Saved data entries:
━━━━━━

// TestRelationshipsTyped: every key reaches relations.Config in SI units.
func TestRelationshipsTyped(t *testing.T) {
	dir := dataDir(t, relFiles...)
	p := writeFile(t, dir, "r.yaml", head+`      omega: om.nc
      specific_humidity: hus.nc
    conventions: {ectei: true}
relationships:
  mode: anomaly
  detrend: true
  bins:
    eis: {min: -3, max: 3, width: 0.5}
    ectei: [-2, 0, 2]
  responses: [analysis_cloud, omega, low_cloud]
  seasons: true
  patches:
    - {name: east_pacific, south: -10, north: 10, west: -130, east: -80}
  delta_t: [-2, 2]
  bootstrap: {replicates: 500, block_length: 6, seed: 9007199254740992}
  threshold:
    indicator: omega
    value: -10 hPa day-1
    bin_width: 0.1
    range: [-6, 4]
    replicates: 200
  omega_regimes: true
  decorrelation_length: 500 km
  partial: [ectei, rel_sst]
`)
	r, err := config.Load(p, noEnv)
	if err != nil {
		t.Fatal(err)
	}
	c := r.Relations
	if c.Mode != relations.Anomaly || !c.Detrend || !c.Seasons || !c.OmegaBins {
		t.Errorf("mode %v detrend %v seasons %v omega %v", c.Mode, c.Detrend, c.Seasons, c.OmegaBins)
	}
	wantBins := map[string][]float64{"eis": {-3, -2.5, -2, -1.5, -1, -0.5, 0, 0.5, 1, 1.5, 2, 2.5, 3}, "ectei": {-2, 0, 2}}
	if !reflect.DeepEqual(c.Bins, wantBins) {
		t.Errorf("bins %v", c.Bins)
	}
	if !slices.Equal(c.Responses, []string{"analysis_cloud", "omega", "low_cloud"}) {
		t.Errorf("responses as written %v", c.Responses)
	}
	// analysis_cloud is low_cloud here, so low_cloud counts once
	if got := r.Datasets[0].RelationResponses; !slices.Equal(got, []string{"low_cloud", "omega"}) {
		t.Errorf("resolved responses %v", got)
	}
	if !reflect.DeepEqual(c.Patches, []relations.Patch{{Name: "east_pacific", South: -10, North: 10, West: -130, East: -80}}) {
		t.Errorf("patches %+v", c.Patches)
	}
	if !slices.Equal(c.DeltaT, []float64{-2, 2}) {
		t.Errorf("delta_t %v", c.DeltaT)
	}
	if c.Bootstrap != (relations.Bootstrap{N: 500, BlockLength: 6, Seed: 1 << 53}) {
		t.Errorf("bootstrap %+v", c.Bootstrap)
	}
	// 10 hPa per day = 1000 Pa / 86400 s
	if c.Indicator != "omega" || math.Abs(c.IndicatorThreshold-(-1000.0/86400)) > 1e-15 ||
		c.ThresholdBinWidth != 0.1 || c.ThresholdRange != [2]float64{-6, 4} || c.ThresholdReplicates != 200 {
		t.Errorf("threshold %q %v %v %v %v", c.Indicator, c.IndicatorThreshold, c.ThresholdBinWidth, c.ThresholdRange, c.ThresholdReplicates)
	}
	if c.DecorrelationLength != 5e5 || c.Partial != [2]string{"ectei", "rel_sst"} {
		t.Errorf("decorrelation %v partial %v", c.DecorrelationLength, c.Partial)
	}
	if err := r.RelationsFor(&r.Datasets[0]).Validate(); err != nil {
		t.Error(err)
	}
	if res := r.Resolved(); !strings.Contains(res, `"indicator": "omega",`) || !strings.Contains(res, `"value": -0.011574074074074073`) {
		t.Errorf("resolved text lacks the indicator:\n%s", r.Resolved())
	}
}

━━━━━━

PROMPT:
Output all of the data without altering a single line.

WRITTEN SOLUTION:
// TestRelationshipsTyped: every key reaches relations.Config in SI units.
func TestRelationshipsTyped(t *testing.T) {
	dir := dataDir(t, relFiles...)
	p := writeFile(t, dir, "r.yaml", head+`      omega: om.nc
      specific_humidity: hus.nc
    conventions: {ectei: true}
relationships:
  mode: anomaly
  detrend: true
  bins:
    eis: {min: -3, max: 3, width: 0.5}
    ectei: [-2, 0, 2]
  responses: [analysis_cloud, omega, low_cloud]
  seasons: true
  patches:
    - {name: east_pacific, south: -10, north: 10, west: -130, east: -80}
  delta_t: [-2, 2]
  bootstrap: {replicates: 500, block_length: 6, seed: 9007199254740992}
  threshold:
    indicator: omega
    value: -10 hPa day-1
    bin_width: 0.1
    range: [-6, 4]
    replicates: 200
  omega_regimes: true
  decorrelation_length: 500 km
  partial: [ectei, rel_sst]
`)
	r, err := config.Load(p, noEnv)
	if err != nil {
		t.Fatal(err)
	}
	c := r.Relations
	if c.Mode != relations.Anomaly || !c.Detrend || !c.Seasons || !c.OmegaBins {
		t.Errorf("mode %v detrend %v seasons %v omega %v", c.Mode, c.Detrend, c.Seasons, c.OmegaBins)
	}
	wantBins := map[string][]float64{"eis": {-3, -2.5, -2, -1.5, -1, -0.5, 0, 0.5, 1, 1.5, 2, 2.5, 3}, "ectei": {-2, 0, 2}}
	if !reflect.DeepEqual(c.Bins, wantBins) {
		t.Errorf("bins %v", c.Bins)
	}
	if !slices.Equal(c.Responses, []string{"analysis_cloud", "omega", "low_cloud"}) {
		t.Errorf("responses as written %v", c.Responses)
	}
	// analysis_cloud is low_cloud here, so low_cloud counts once
	if got := r.Datasets[0].RelationResponses; !slices.Equal(got, []string{"low_cloud", "omega"}) {
		t.Errorf("resolved responses %v", got)
	}
	if !reflect.DeepEqual(c.Patches, []relations.Patch{{Name: "east_pacific", South: -10, North: 10, West: -130, East: -80}}) {
		t.Errorf("patches %+v", c.Patches)
	}
	if !slices.Equal(c.DeltaT, []float64{-2, 2}) {
		t.Errorf("delta_t %v", c.DeltaT)
	}
	if c.Bootstrap != (relations.Bootstrap{N: 500, BlockLength: 6, Seed: 1 << 53}) {
		t.Errorf("bootstrap %+v", c.Bootstrap)
	}
	// 10 hPa per day = 1000 Pa / 86400 s
	if c.Indicator != "omega" || math.Abs(c.IndicatorThreshold-(-1000.0/86400)) > 1e-15 ||
		c.ThresholdBinWidth != 0.1 || c.ThresholdRange != [2]float64{-6, 4} || c.ThresholdReplicates != 200 {
		t.Errorf("threshold %q %v %v %v %v", c.Indicator, c.IndicatorThreshold, c.ThresholdBinWidth, c.ThresholdRange, c.ThresholdReplicates)
	}
	if c.DecorrelationLength != 5e5 || c.Partial != [2]string{"ectei", "rel_sst"} {
		t.Errorf("decorrelation %v partial %v", c.DecorrelationLength, c.Partial)
	}
	if err := r.RelationsFor(&r.Datasets[0]).Validate(); err != nil {
		t.Error(err)
	}
	if res := r.Resolved(); !strings.Contains(res, `"indicator": "omega",`) || !strings.Contains(res, `"value": -0.011574074074074073`) {
		t.Errorf("resolved text lacks the indicator:\n%s", r.Resolved())
	}
}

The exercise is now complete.